Is the monkeypox outbreak linked to climate change? WHO experts say yes, and it’s about habitat loss and human-animal interface.
WHO explains the climate change link to monkeypox
Amid mounting case counts of the monkeypox virus, reported from countries with little to no history of exposure, are questions about whether and how monkeypox is related to climate change. The answer is complicated, but global health officials say there is a clear link between the two.
Much of that has to do with the shrinking space between human communities and wildlife habitats. Dr. Mike Ryan, the World Health Organization’s executive director for health emergencies, says that as the planet deals with rising levels of ecological fragility and climate stress, it’s changing both animal and human behavior.
“It’s changing the range of animals. It’s changing food-seeking behavior and many other things,” said Ryan, during a recent WHO discussion on global health.
“We’re dealing with the animal-human interface being quite unstable and the number of times that these diseases cross into humans (is) increasing,” Ryan added. “Then, our ability or, unfortunately, that ability to amplify that disease and move it on within our communities increasing.”

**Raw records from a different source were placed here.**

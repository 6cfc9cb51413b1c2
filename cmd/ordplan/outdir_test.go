package main

import (
	"os"
	"path/filepath"
	"strings"
	"testing"
)

// A write that fails for one file leaves every file of the previous run as
// it was, and no temporary file behind.
func TestWriteAllIsAllOrNothing(t *testing.T) {
	dir := t.TempDir()
	if err := writeAll(dir, []string{"a.txt", "run.json"}, map[string][]byte{"a.txt": []byte("old a"), "run.json": []byte("old run")}); err != nil {
		t.Fatal(err)
	}
	// Names that are not plain file names are refused before any write.
	for _, names := range [][]string{{"a.txt", "sub/x"}, {"a.txt", ".hidden"}} {
		files := map[string][]byte{}
		for _, n := range names {
			files[n] = []byte("new")
		}
		if err := writeAll(dir, names, files); err == nil {
			t.Fatalf("%v: no error", names)
		}
		if b, _ := os.ReadFile(filepath.Join(dir, "a.txt")); string(b) != "old a" {
			t.Errorf("%v: a.txt is %q", names, b)
		}
	}
	// A failure while writing, after the first file's temporary copy is
	// complete: a name the file system refuses (too long).
	long := strings.Repeat("x", 300)
	if err := writeAll(dir, []string{"a.txt", long}, map[string][]byte{"a.txt": []byte("new"), long: []byte("new")}); err == nil {
		t.Fatal("no error for a name too long")
	}
	if b, _ := os.ReadFile(filepath.Join(dir, "a.txt")); string(b) != "old a" {
		t.Errorf("a.txt is %q after a failed write", b)
	}
	left, _ := filepath.Glob(filepath.Join(dir, ".*tmp-*"))
	if len(left) > 0 {
		t.Errorf("temporary files left: %v", left)
	}
}

// Two locks on one folder: the second is refused with a message; released,
// the folder can be locked again.
func TestLockOutput(t *testing.T) {
	dir := filepath.Join(t.TempDir(), "out")
	l1, err := lockOutput(dir)
	if err != nil {
		t.Fatal(err)
	}
	if _, err := lockOutput(dir); err == nil || !strings.Contains(err.Error(), "another ordplan run is writing there") {
		t.Fatalf("second lock: %v", err)
	}
	l1.Unlock()
	l2, err := lockOutput(dir)
	if err != nil {
		t.Fatal(err)
	}
	l2.Unlock()
	f := filepath.Join(t.TempDir(), "file")
	os.WriteFile(f, nil, 0o644)
	if _, err := lockOutput(f); err == nil || !strings.Contains(err.Error(), "not a folder") {
		t.Errorf("a file as output folder: %v", err)
	}
}

// Outputs of the previous run that this run does not write are removed
// once the new files are in place; other files of the folder are not.
func TestStaleOutputsRemoved(t *testing.T) {
	dir := t.TempDir()
	// old.csv is as the previous run wrote it (sha256 of "old"); edited.csv
	// was changed by the user since, so it is theirs and stays.
	os.WriteFile(filepath.Join(dir, "run.json"), []byte(`{"outputs_sha256": {"old.csv": "`+
		sha256Hex([]byte("old"))+
		`", "edited.csv": "`+sha256Hex([]byte("as written"))+`", "keep.md": "y", "../escape": "z"}}`), 0o644)
	os.WriteFile(filepath.Join(dir, "old.csv"), []byte("old"), 0o644)
	os.WriteFile(filepath.Join(dir, "edited.csv"), []byte("changed by the user"), 0o644)
	os.WriteFile(filepath.Join(dir, "mine.txt"), []byte("user"), 0o644)
	files := map[string][]byte{"keep.md": []byte("new"), "run.json": []byte("{}")}
	stale := staleOutputs(dir, files)
	if len(stale) != 1 || stale[0] != "old.csv" {
		t.Fatalf("stale %v", stale)
	}
}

As of June 4, WHO reported 780 confirmed monkeypox cases in 27 countries that are not known to be endemic for the virus. It’s typically seen in Western and Central Africa, where the virus was first identified more than 50 years ago.
There have been occasional travel-related cases outside of the African continent in the past, but now the virus is spreading within communities in other countries, notably with more than 200 cases in the United Kingdom. Spain and Portugal account for nearly 300 cases. Germany has seen 57 and France reports 33 cases. There are now 31 cases across the United States as well, the U.S. Centers for Disease Control and Prevention (CDC) reports.
“Most confirmed cases with travel history reported travel to countries in Europe and North America, rather than West or Central Africa,” the WHO said. “Confirmation of monkeypox in persons who have not traveled to an endemic area is atypical, and even one case of monkeypox in a non-endemic country is considered an outbreak.”
Human behavior is behind the spread of the disease but that doesn’t explain its origins. The CDC says the precise animal reservoir, or source, of monkeypox infections remains unclear but it is associated with rodents and non-human primates, like monkeys.
And in a world of climate-driven drought, habitat loss and other stresses, it’s more likely for infections to cross from animals into humans.
“Both disease emergence and disease amplification factors have increased and therefore it’s not just in monkeypox. It is in other diseases,” says Ryan. “These are generally diseases of small mammals. We’ve seen similar with aviation influenza and again that strain at that animal-human interface between us and birds, effectively.”
There’s an upward trend in Lassa fever, in Ebola outbreaks too. “We used to have three-five years between Ebola outbreaks at least. Now, it’s lucky if we have three-five months,” Ryan said.
It’s relatively rare for monkeypox to be fatal, and WHO is not yet recommending mass vaccinations (there is a vaccine, although the smallpox vaccine is more likely available). WHO and its partners are focusing on monkeypox research, and recommitting their support for African nations where monkeypox is an ongoing reality, as well as in the newly affected regions.
But climate factors need to be addressed too, Ryan said.
“I think what we’re generally seeing here is this hyperendemicity, as in endemic diseases at small levels becoming more persistent, more frequent and generating more and more outbreaks,” Ryan said. “I think that that’s a lesson, not just for monkeypox. It comes back to our lack of investment in that animal/human interface, particularly in countries that don’t have the systems in place to do the diagnosis and do the interventions.”